AWS Batch#
Important
This tutorial requires soopervisor 0.6.1
or higher
Note
Got questions? Reach out to us on Slack.
AWS Batch is a managed service for batch computing. This tutorial shows you how to submit a Ploomber pipeline to AWS Batch.
If you encounter any issues with this tutorial, let us know.
Blog series to configure the infrastructure from scratch:
Pre-requisites#
soopervisor
takes your pipeline, packages it, creates a Docker image,
uploads it, and submits it for execution; however, you still have to configure
the AWS Batch environment. Specifically, you must configure a computing
environment and a job queue. Refer to this guide for instructions.
Note
Only EC2 compute environments are supported.
Once you’ve configured an EC2 compute environment and a job queue, continue to the next step.
Setting up project#
First, let’s install ploomber
:
pip install ploomber
Fetch an example pipeline:
# get example
ploomber examples -n templates/ml-online -o ml-online
cd ml-online
Configure the development environment:
ploomber install
Then, activate the environment:
conda activate ml-online
Configure S3 client#
We must configure a client to upload all generated artifacts to S3. To obtain such credentials, you may use the AWS console, ensure you give read and write S3 access. You may also create an S3 bucket or use one you already have.
Save a credentials.json
file in the root directory (the folder that contains
the setup.py
file) with your authentication keys:
{
"aws_access_key_id": "YOUR-ACCESS-KEY-ID",
"aws_secret_access_key": "YOU-SECRET-ACCESS-KEY"
}
Now, configure the pipeline to upload artifacts to S3. Modify the
pipeline.yaml
file at ml-online/src/ml_online/pipeline.yaml
so
it looks like this:
meta:
source_loader:
module: ml_online
import_tasks_from: pipeline-features.yaml
# add this
clients:
File: ml_online.clients.get_s3
# content continues...
Go to the src/ml_online/clients.py
file and edit the get_s3
function,
modifying the bucket_name
and parent
parameters. The latter is the folder
inside the bucket to save pipeline artifacts. Ignore the
second function; it’s not relevant for this example.

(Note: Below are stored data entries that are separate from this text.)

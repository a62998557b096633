import type { Line, Reading, ReadSettings } from './expression.ts';
import { printLine } from './print.ts';
import {
  readBars,
  readBinomial,
  readBraces,
  readBracket,
  readFenced,
  readFraction,
  readMatrix,
  readOpenBracket,
  readOverline,
  readRoot,
} from './read-atoms.ts';
import { readIntegral, readLimit, readSeries } from './read-calculus.ts';
import { readDerivativeFraction } from './read-derivatives.ts';
import { readProduct, readSum } from './read-expression.ts';
import { readExp, readFunction, readLog } from './read-functions.ts';
import { readConstant, readLetter } from './read-letters.ts';
import { readWholeLine } from './read-line.ts';
import { readNumberAtom } from './read-numbers.ts';
import { readPower } from './read-power.ts';
import { type Choice, type Grammar, READ_LIMITS, Reader } from './reader.ts';
import { sameLine } from './same.ts';
import { ReadFailure } from './scanner.ts';
import { tokenize } from './tokens.ts';

const GRAMMAR: Grammar = {
  sum: readSum,
  product: readProduct,
  power: readPower,
  atoms: {
    number: readNumberAtom,
    letter: readLetter,
    e: readConstant,
    i: readConstant,
    infinity: readConstant,
    '(': readBracket,
    '[': readBracket,
    '{': readBraces,
    '|': readBars,
    'open.': readOpenBracket,
    'floor(': readFenced,
    'ceil(': readFenced,
    over: readOverline,
    frac: (reader) => readDerivativeFraction(reader) ?? readFraction(reader),
    binom: readBinomial,
    sqrt: readRoot,
    begin: readMatrix,
    function: readFunction,
    exp: readExp,
    log: readLog,
    log2: readLog,
    int: readIntegral,
    sum: readSeries,
    prod: readSeries,
    lim: readLimit,
  },
};

export const DEFAULT_READ_SETTINGS: ReadSettings = { numbers: 'real', decimal: 'point', functions: [] };

/**
 * Reads one line of TeX, or of plainly typed maths, as what it displays. Never throws, whatever the text: what cannot be
 * read is an error with its place. Where the line can be read in two ways, `alternatives` holds the others.
 */
export function readLine(tex: string, settings: ReadSettings = DEFAULT_READ_SETTINGS): Reading {
  if (tex.length > READ_LIMITS.characters) {
    const span = { start: READ_LIMITS.characters, end: tex.length };
    return { ok: false, error: { code: 'too-long', span, found: '', expected: [String(READ_LIMITS.characters)] } };
  }
  try {
    const { reader, line } = readOnce(tex, settings, null);
    const alternatives = reader.choices.size > 0 ? readOthers(tex, settings, line, reader.choices) : [];
    return { ok: true, line, flags: [...reader.flags], alternatives };
  } catch (failure) {
    if (!(failure instanceof ReadFailure)) throw failure;
    const { code, span, found, expected } = failure;
    return { ok: false, error: { code, span, found, expected } };
  }
}

function readOnce(tex: string, settings: ReadSettings, flip: Choice | null): { reader: Reader; line: Line } {
  const reader = new Reader(tokenize(tex, settings), settings, GRAMMAR, flip);
  return { reader, line: readWholeLine(reader) };
}

/** The line read again with one decision taken the other way, for each decision that was open. */
function readOthers(tex: string, settings: ReadSettings, line: Line, choices: ReadonlySet<Choice>): readonly string[] {
  const others: Line[] = [];
  for (const choice of choices) {
    try {
      const other = readOnce(tex, settings, choice).line;
      if (![line, ...others].some((known) => sameLine(known, other))) others.push(other);
    } catch (failure) {
      if (!(failure instanceof ReadFailure)) throw failure;
    }
  }
  return others.map((other) => printLine(other, settings.decimal));
}
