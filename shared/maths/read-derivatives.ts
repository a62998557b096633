import type { Expr } from './expression.ts';
import type { Reader } from './reader.ts';
import type { Token } from './scanner.ts';

/** `\frac{d}{dx}`, `\frac{dy}{dx}`, `\frac{\partial f}{\partial x}` and their like; null for an ordinary fraction. */
export function readDerivativeFraction(reader: Reader): Expr | null {
  const shape = derivativeShape(reader);
  if (!shape) return null;
  const { start } = reader.token;
  reader.next();
  const braced = reader.take('{');
  reader.next();
  const above = readOrder(reader);
  const rest = braced && !reader.is('}') ? readRest(reader) : null;
  if (braced) reader.expect('}', 'missing-bracket', '}');
  reader.next();
  reader.next();
  const by = readVariable(reader);
  const below = readOrder(reader);
  reader.expect('}', 'missing-bracket', '}');
  if (above !== below) reader.fail('bad-derivative', [String(above)], { start, end: reader.lastEnd });
  return finish(reader, { start, by, order: above, partial: shape.text === '\\partial', rest });
}

/** `d/dx` and `dy/dx` as typed, at the d. */
export function readPlainDerivative(reader: Reader): Expr | null {
  const isOperator = reader.peek(1).kind === '/';
  const slash = isOperator ? 1 : 2;
  if (!isOperator && (reader.peek(1).kind !== 'letter' || reader.peek(2).kind !== '/')) return null;
  if (reader.peek(slash + 1).text !== 'd' || reader.peek(slash + 2).kind !== 'letter') return null;
  const { start } = reader.next();
  const rest = isOperator ? null : reader.grammar.atoms.letter!(reader);
  reader.next();
  reader.next();
  const by = readVariable(reader);
  return finish(reader, { start, by, order: 1, partial: false, rest });
}

interface Operator {
  readonly start: number;
  readonly by: string;
  readonly order: number;
  readonly partial: boolean;
  readonly rest: Expr | null;
}

function finish(reader: Reader, operator: Operator): Expr {
  const { start, by, order, partial, rest } = operator;
  if (rest?.kind === 'letter') {
    const rate: Expr = { kind: 'rate', of: rest.name, by, order, span: reader.span(start) };
    return partial ? { ...rate, partial } : rate;
  }
  const operand = rest ?? reader.binding(by, () => readOperand(reader));
  return { kind: 'derivative', variable: by, order, partial, operand, span: reader.span(start) };
}

function readRest(reader: Reader): Expr {
  return reader.inside((inner) => inner.grammar.product(inner));
}

/** Brackets hold the whole operand; without them it is the product that follows. */
function readOperand(reader: Reader): Expr {
  reader.enter();
  const { kind } = reader.token;
  let operand: Expr;
  if (kind !== '(' && kind !== '[') operand = reader.grammar.product(reader);
  else {
    operand = reader.grammar.power(reader);
    if (reader.startsFactor() && reader.choose('operand')) operand = reader.grammar.product(reader, operand);
  }
  reader.leave();
  return operand;
}

function readVariable(reader: Reader): string {
  const { token } = reader;
  reader.next();
  if (!reader.is('_')) return token.text;
  reader.next();
  const digit = reader.next();
  return digit.text.length === 1 ? `${token.text}_${digit.text}` : reader.fail('bad-derivative', ['dx'], digit);
}

function readOrder(reader: Reader): number {
  if (!reader.take('^')) return 1;
  const braced = reader.take('{');
  if (!reader.is('number')) return reader.fail('bad-derivative', ['2']);
  const { text } = braced ? reader.next() : reader.takeDigit();
  if (braced) reader.expect('}', 'missing-bracket', '}');
  const order = Number(text);
  return order >= 1 && order <= 20 ? order : reader.fail('bad-derivative', ['2']);
}

/** Looks ahead from a `\frac`: the d or rounded d that stands above and below, if so. */
function derivativeShape(reader: Reader): Token | null {
  let at = 1;
  const braced = reader.peek(at).kind === '{';
  if (braced) at += 1;
  const top = reader.peek(at);
  if (top.kind !== 'letter' || (top.text !== 'd' && top.text !== '\\partial')) return null;
  at += 1;
  if (braced) at = closing(reader, at) + 1;
  if (reader.peek(at).kind !== '{' || reader.peek(at + 1).text !== top.text || reader.peek(at + 2).kind !== 'letter') {
    return null;
  }
  let end = at + 3;
  if (reader.peek(end).kind === '_') end += 2;
  if (reader.peek(end).kind === '^') end += reader.peek(end + 1).kind === '{' ? 4 : 2;
  return reader.peek(end).kind === '}' ? top : null;
}

/** Index, ahead of here, of the brace that closes the group that is open at `from`. */
function closing(reader: Reader, from: number): number {
  let depth = 1;
  for (let at = from; ; at += 1) {
    const { kind } = reader.peek(at);
    if (kind === '{') depth += 1;
    else if (kind === '}') depth -= 1;
    if (depth === 0 || kind === 'end-of-line') return at;
  }
}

To make sure your pipeline works, run:
ploomber status
You should see a table with a summary. If you see an error, check the traceback to see if it’s an authentication problem or something else.
Submitting a pipeline to AWS Batch#
We are almost ready to submit. To execute tasks in AWS Batch, we must create a Docker image with all our project’s source code.
Create a new repository in Amazon ECR before continuing. Once you create it, authenticate with:
aws ecr get-login-password --region your-region | docker login --username AWS --password-stdin your-repository-url/name
Note
Replace your-repository-url/name
with your repository’s URL and
your-region
with the corresponding ECR region
Let’s now create the necessary files to export our Docker image:
# get soopervisor
pip install soopervisor
# register new environment
soopervisor add training --backend aws-batch
Open the soopervisor.yaml
file and fill in the missing values in
repository
, job_queue
and region_name
.
training:
backend: aws-batch
repository: your-repository-url/name
job_queue: your-job-queue
region_name: your-region-name
container_properties:
memory: 16384
vcpus: 8
Tip
You can request custom resources per task, check out the API to learn more.
Submit for execution:
soopervisor export training --skip-tests --ignore-git
The previous command will take a few minutes since it has to build the Docker image from scratch. After that, subsequent runs will be much faster.
Note
If you successfully submitted tasks, but they are stuck in the console in
RUNNABLE
status. It’s likely that the requested resources (the
container_properties
section in soopervisor.yaml
) exceeded the capacity
of the computing environment. Try lowering resources and submit again. If
that doesn’t work, check this out.
Tip
The number of concurrent jobs is limited by the resources in the Compute Environment. Increase them to run more tasks in parallel.
Congratulations! You just ran Ploomber on AWS Batch!